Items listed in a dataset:
================

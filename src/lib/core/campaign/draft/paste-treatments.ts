import type { DraftTreatment } from './plan-draft.ts';
import { newTreatment } from './new-draft.ts';

/**
 * Returns the treatments that a text copied from a spreadsheet (or a list, one a line) means: columns name, specimens,
 * control, note, parted by tabulators, or by semicolons where there is no tabulator. A first line of column titles may
 * change the order of the columns; it is recognised by the word for "treatment" or "name" and is not a treatment.
 *
 * @param text - as pasted
 * @param before - treatments that are there already; new keys differ from theirs
 *
 * **Checked by** test/core/campaign/draft/paste-treatments.test.ts
 */
export function pasteTreatments(text: string, before: readonly DraftTreatment[]): DraftTreatment[] {
  const lines = text
    .replace(/\r\n?/g, '\n')
    .split('\n')
    .filter((line) => line.trim() !== '');
  const mark = lines.some((line) => line.includes('\t'))
    ? '\t'
    : lines.every((line) => line.includes(';'))
      ? ';'
      : null;
  const rows = lines.map((line) => (mark === null ? [line] : line.split(mark)).map(cell));
  const titles = rows[0]?.map(column) ?? [];
  const titled = titles.includes('name') && rows.length > 1;
  const order = titled ? titles : (['name', 'specimens', 'control', 'note'] as const);
  const made: DraftTreatment[] = [];
  for (const row of titled ? rows.slice(1) : rows) {
    const treatment = newTreatment([...before, ...made]);
    row.forEach((value, i) => {
      const kind = order[i];
      if (kind === 'name' || kind === 'specimens' || kind === 'note') treatment[kind] = value;
      else if (kind === 'control') treatment.control = saysYes(value);
    });
    if (treatment.name !== '' || treatment.specimens !== '' || treatment.note !== '') made.push(treatment);
  }
  return made;
}

/** A spreadsheet puts cells with line ends or quotes in quotes and doubles the quotes inside. */
const cell = (text: string) => {
  const trimmed = text.trim();
  return /^".*"$/.test(trimmed) ? trimmed.slice(1, -1).replace(/""/g, '"').trim() : trimmed;
};

type Column = 'name' | 'specimens' | 'control' | 'note' | null;

const column = (title: string): Column =>
  /^(treatments?|names?|behandlung(en)?|variante|material|bezeichnung|name der behandlung)$/i.test(title)
    ? 'name'
    : /^(specimens?|pieces|samples|count|number|n|proben?|stück|anzahl)$/i.test(title)
      ? 'specimens'
      : /^(controls?|reference|kontrolle|referenz)$/i.test(title)
        ? 'control'
        : /^(notes?|remarks?|comments?|notiz(en)?|bemerkung(en)?|hinweis)$/i.test(title)
          ? 'note'
          : null;

const saysYes = (value: string) => /^(x|×|✓|1|y|yes|j|ja|true|wahr|control|kontrolle)$/i.test(value);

================

Action item: Which lines above include "specimens"? Show each of them by copying it.

Your solution:
 * Returns the treatments that a text copied from a spreadsheet (or a list, one a line) means: columns name, specimens,
  const order = titled ? titles : (['name', 'specimens', 'control', 'note'] as const);
      if (kind === 'name' || kind === 'specimens' || kind === 'note') treatment[kind] = value;
    if (treatment.name !== '' || treatment.specimens !== '' || treatment.note !== '') made.push(treatment);
type Column = 'name' | 'specimens' | 'control' | 'note' | null;
    : /^(specimens?|pieces|samples|count|number|n|proben?|stück|anzahl)$/i.test(title)
      ? 'specimens'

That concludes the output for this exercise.